# How to clean Salt Water equipment?



## neverlookback (May 5, 2009)

I bought some saltwater equipment and it seems it is really hard to clean. I want to use it for freshwater. Specifically it is a hydor koralia. It has a lot of what looks like calcium and salt deposits. 

What is a safe way to clean this equipment to be used for freshwater?


----------



## liz (Jan 16, 2008)

let it sit in some vinegar for a while and then clean with a toothbrush or aquarium brush.


----------



## Kovac (May 3, 2010)

liz said:


> let it sit in some vinegar for a while and then clean with a toothbrush or aquarium brush.


+1 vinegar

Ive bought tons of used stuff which all comes really dirty and thus far have had no troubles cleaning them with vinegar. Just be sure to rinse enough or else your pH will drop a little.


----------



## Tbird (Oct 5, 2009)

I've put whatever in a bucket with vinegar and then just run a small HOB filter.
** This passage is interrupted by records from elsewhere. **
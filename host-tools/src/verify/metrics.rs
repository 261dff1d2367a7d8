//! Figures of one probe trace against another: error, arrival, final value, settling,
//! overshoot.

/// Largest and RMS difference of `a − b` over their common length.
pub fn errors(a: &[f64], b: &[f64]) -> (f64, f64) {
    let n = a.len().min(b.len());
    if n == 0 {
        return (0.0, 0.0);
    }
    let (mut max, mut sq) = (0.0f64, 0.0f64);
    for k in 0..n {
        let d = a[k] - b[k];
        max = max.max(d.abs());
        sq += d * d;
    }
    (max, (sq / n as f64).sqrt())
}

/// First time (in samples, linearly interpolated) at which |x − x[0]| reaches `level`.
pub fn arrival(x: &[f64], level: f64) -> Option<f64> {
    let x0 = *x.first()?;
    let mut prev = 0.0;
    for (k, v) in x.iter().enumerate() {
        let d = (v - x0).abs();
        if d >= level {
            if k == 0 || d == prev {
                return Some(k as f64);
            }
            return Some(k as f64 - 1.0 + (level - prev) / (d - prev));
        }
        prev = d;
    }
    None
}

/// Samples after `start` until `x` stays within ±band of `target` for good (None if it
/// is still outside at the end of the run).
pub fn settling(x: &[f64], target: f64, band: f64, start: usize) -> Option<usize> {
    let last_out = x.iter().rposition(|v| (v - target).abs() > band);
    match last_out {
        None => Some(0),
        Some(k) if k + 1 >= x.len() => None,
        Some(k) => Some((k + 1).saturating_sub(start)),
    }
}

/// Peak overshoot above and undershoot below the final value `target`, as fractions of
/// `norm`, for a trace moving towards `target` (sign-aware: for a negative target the roles
/// swap).
pub fn overshoot(x: &[f64], target: f64, norm: f64) -> (f64, f64) {
    if norm <= 0.0 || x.is_empty() {
        return (0.0, 0.0);
    }
    let s = if target < 0.0 { -1.0 } else { 1.0 };
    let max = x.iter().map(|v| s * v).fold(f64::NEG_INFINITY, f64::max);
    // Undershoot: going below the start value (0) in the direction opposite to the target.
    let min = x.iter().map(|v| s * v).fold(f64::INFINITY, f64::min);
    (((max - s * target) / norm).max(0.0), ((-min) / norm).max(0.0))
}

#[cfg(test)]
mod tests {
    use super::*;

    #[test]
    fn figures_of_a_simple_trace() {
        let x = [0.0, 0.0, 0.5, 1.2, 0.9, 1.02, 1.0, 1.0];
        assert_eq!(errors(&x, &x), (0.0, 0.0));
        let (m, r) = errors(&[1.0, 1.0], &[0.0, 2.0]);
        assert_eq!((m, r), (1.0, 1.0));
        assert!((arrival(&x, 0.25).unwrap() - 1.5).abs() < 1e-12);
        assert_eq!(arrival(&[0.0; 4], 0.1), None);
        assert_eq!(settling(&x, 1.0, 0.05, 0), Some(5)); // last outside is 0.9 at index 4
        assert_eq!(settling(&x, 1.0, 0.01, 0), Some(6));
        let (o, u) = overshoot(&x, 1.0, 1.0);
        assert!((o - 0.2).abs() < 1e-12 && u == 0.0);
        let (o, u) = overshoot(&[0.0, -0.1, 0.5], 0.5, 1.0);
        assert!(o == 0.0 && (u - 0.1).abs() < 1e-12);
    }
}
This circulates some water and removes any particles too.


----------



## UnderTheSea (Jun 2, 2008)

We use a different products but most of the time, vinegar will do. When we clean our skimmer, we use Bleach, then vinegar and rinse really well.


----------



## neverlookback (May 5, 2009)

Worked like a charm, thanks guys!!

Do you guys know how much vinegar is recommended per part water though?


----------



## Kovac (May 3, 2010)

neverlookback said:


> Worked like a charm, thanks guys!!
> 
> Do you guys know how much vinegar is recommended per part water though?


Glad to hear it worked!

I usuallu mix it in a 1:8 ration. You only need a little bit of vinegar.

Best of luck,


----------